• **Work required**
Of the records that follow, copy only the lines from the line containing "from __future__ import annotations" to the line containing "warnings: list = field(default_factory=list)", both included, exactly as written.

• **Information supplied**
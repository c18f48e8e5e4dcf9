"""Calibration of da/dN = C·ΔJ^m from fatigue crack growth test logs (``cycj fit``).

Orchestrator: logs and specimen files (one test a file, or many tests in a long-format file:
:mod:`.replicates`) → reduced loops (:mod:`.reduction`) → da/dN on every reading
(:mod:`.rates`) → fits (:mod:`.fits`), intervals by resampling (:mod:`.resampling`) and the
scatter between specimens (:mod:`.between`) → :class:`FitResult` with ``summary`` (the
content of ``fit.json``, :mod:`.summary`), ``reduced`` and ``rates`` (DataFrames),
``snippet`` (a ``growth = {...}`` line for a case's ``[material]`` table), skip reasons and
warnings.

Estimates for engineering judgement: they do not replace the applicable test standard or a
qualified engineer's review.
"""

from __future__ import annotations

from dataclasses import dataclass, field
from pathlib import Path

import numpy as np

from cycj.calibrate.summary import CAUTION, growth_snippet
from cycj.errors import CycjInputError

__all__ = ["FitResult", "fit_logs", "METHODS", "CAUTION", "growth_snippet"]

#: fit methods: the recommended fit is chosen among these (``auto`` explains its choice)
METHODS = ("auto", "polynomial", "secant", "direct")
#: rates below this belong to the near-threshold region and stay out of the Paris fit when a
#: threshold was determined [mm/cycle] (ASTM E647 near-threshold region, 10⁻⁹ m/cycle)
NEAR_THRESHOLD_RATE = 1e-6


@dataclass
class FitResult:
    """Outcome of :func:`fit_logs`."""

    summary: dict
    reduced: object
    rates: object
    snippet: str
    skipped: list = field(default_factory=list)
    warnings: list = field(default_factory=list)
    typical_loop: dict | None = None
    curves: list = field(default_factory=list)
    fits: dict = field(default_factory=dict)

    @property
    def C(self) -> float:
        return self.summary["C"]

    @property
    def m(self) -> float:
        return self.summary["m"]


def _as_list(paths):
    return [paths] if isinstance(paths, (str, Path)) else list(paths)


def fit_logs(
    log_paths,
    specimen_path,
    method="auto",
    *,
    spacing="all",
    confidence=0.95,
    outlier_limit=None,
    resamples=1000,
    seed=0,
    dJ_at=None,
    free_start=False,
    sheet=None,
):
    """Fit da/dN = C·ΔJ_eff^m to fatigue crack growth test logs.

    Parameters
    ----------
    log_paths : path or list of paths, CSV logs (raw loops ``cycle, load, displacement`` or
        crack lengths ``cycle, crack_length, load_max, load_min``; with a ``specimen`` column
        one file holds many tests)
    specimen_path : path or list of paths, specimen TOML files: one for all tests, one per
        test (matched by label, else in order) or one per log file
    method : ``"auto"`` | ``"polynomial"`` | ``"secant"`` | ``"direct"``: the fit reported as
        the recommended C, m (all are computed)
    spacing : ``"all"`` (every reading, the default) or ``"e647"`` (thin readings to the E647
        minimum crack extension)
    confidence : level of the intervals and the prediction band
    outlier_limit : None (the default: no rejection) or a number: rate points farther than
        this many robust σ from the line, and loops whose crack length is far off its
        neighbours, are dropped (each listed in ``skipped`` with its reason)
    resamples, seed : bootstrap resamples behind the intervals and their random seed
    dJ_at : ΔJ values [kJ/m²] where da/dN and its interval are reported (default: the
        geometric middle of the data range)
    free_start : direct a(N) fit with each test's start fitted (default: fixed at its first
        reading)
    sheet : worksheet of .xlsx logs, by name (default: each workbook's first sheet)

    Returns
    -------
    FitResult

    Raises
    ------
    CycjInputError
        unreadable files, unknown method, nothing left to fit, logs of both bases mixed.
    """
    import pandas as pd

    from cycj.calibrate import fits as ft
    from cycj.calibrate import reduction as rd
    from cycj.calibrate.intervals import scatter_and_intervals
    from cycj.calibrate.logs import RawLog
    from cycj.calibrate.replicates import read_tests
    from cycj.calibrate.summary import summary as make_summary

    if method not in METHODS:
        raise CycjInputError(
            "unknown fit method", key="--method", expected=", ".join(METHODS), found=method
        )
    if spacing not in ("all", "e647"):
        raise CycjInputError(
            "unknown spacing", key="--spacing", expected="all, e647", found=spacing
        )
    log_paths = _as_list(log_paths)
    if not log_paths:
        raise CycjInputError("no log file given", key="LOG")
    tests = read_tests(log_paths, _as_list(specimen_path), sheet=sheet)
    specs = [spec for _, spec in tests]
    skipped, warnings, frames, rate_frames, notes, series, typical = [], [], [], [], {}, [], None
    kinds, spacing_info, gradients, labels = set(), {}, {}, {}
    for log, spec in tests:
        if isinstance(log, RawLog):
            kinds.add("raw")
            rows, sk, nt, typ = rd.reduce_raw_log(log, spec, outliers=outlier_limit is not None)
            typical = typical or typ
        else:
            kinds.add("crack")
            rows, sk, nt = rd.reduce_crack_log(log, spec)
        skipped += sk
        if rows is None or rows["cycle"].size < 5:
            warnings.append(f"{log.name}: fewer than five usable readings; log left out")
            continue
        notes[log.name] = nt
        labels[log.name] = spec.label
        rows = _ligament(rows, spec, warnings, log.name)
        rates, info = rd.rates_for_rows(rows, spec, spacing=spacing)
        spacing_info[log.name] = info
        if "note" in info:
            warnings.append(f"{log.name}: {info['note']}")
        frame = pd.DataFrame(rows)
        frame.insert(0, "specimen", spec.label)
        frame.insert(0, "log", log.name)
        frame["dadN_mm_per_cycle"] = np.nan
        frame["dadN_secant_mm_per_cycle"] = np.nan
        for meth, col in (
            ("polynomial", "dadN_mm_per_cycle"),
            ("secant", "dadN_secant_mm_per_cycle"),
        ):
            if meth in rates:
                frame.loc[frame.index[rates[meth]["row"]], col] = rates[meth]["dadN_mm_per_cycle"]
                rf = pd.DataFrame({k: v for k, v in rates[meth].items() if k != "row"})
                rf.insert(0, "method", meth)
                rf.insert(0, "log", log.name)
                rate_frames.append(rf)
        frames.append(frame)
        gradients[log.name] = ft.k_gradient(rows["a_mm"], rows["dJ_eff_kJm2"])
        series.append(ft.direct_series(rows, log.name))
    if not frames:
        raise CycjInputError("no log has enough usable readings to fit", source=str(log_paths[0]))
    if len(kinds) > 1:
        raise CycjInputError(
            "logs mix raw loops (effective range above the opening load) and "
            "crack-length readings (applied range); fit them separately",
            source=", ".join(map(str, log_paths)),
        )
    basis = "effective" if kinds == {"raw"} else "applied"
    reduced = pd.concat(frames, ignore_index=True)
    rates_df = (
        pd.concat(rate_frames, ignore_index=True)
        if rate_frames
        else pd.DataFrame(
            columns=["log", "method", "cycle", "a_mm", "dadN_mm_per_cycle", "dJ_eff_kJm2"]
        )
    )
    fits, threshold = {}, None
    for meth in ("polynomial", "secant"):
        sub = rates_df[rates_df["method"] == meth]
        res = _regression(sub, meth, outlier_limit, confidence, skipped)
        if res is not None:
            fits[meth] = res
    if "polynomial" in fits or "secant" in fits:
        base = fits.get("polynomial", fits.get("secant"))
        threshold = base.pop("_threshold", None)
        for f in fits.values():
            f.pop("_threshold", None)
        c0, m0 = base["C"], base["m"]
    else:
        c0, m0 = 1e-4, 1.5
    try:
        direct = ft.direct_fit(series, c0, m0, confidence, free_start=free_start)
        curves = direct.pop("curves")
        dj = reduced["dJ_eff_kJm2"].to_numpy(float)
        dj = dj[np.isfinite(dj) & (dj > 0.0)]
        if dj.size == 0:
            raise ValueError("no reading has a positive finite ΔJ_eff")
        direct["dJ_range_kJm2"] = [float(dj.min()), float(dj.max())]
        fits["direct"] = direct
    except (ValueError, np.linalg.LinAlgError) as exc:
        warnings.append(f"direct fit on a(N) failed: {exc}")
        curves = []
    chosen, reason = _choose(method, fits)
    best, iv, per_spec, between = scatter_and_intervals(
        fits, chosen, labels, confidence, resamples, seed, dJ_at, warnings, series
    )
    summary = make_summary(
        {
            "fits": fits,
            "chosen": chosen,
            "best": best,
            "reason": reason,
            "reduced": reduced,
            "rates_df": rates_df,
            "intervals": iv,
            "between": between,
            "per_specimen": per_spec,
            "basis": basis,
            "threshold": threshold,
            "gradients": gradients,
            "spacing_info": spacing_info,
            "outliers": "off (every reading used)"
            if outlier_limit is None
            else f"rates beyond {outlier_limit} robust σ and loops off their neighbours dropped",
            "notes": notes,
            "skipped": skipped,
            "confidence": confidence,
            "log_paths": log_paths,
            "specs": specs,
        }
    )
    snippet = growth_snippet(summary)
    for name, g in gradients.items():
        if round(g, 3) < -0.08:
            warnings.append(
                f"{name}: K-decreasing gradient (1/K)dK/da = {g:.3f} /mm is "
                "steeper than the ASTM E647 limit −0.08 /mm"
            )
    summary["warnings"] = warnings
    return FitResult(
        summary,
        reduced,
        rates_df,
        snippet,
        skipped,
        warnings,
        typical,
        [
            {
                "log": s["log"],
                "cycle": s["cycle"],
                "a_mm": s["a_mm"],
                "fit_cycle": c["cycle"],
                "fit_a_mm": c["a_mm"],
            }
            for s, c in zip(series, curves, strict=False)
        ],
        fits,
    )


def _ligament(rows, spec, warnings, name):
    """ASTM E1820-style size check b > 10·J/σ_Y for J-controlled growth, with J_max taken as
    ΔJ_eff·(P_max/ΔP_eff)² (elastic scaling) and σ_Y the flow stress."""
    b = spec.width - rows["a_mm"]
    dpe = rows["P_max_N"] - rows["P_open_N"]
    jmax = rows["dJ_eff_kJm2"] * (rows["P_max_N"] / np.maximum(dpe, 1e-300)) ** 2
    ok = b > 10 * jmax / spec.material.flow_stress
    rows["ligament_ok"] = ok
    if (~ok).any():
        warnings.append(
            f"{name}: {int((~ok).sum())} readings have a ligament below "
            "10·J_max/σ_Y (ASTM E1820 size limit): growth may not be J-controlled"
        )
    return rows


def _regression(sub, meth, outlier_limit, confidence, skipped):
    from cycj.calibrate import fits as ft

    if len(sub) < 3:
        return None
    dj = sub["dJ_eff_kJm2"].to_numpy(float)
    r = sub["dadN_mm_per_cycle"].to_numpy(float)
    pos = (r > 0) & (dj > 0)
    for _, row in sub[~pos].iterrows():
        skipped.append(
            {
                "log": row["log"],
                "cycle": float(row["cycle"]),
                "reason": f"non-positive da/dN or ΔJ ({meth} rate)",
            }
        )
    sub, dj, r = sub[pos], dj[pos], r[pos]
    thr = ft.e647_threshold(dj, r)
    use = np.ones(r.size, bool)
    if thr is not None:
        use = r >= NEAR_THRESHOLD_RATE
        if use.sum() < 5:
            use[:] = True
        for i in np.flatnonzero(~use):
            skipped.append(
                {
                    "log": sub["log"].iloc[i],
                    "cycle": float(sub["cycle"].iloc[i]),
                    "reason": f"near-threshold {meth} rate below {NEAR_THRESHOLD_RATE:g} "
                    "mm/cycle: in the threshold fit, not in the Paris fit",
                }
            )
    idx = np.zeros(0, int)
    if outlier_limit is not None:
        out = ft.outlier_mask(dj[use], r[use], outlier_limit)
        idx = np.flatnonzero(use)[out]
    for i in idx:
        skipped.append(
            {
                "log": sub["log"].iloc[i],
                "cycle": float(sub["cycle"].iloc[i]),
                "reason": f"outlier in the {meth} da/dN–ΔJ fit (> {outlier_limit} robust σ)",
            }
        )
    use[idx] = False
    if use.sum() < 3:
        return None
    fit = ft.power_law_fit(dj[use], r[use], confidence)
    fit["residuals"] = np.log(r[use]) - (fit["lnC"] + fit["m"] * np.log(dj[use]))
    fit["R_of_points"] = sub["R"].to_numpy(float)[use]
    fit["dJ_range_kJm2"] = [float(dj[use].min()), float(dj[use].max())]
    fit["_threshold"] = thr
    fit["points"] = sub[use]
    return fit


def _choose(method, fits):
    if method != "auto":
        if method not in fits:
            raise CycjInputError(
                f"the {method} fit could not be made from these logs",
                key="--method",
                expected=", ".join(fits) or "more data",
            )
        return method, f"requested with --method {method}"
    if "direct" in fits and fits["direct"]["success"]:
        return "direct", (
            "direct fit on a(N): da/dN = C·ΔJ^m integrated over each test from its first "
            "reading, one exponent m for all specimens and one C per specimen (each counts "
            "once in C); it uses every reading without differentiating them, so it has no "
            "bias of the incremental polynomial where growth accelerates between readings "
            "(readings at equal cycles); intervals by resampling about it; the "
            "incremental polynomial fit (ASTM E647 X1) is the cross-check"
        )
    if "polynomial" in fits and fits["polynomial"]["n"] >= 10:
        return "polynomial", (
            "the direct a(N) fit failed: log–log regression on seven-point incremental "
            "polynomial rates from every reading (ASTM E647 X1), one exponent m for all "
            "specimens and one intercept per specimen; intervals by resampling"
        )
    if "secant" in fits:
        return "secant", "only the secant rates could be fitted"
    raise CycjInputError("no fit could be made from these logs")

• **Solution to this problem**
from __future__ import annotations

from dataclasses import dataclass, field
from pathlib import Path

import numpy as np

from cycj.calibrate.summary import CAUTION, growth_snippet
from cycj.errors import CycjInputError

__all__ = ["FitResult", "fit_logs", "METHODS", "CAUTION", "growth_snippet"]

#: fit methods: the recommended fit is chosen among these (``auto`` explains its choice)
METHODS = ("auto", "polynomial", "secant", "direct")
#: rates below this belong to the near-threshold region and stay out of the Paris fit when a
#: threshold was determined [mm/cycle] (ASTM E647 near-threshold region, 10⁻⁹ m/cycle)
NEAR_THRESHOLD_RATE = 1e-6


@dataclass
class FitResult:
    """Outcome of :func:`fit_logs`."""

    summary: dict
    reduced: object
    rates: object
    snippet: str
    skipped: list = field(default_factory=list)
    warnings: list = field(default_factory=list)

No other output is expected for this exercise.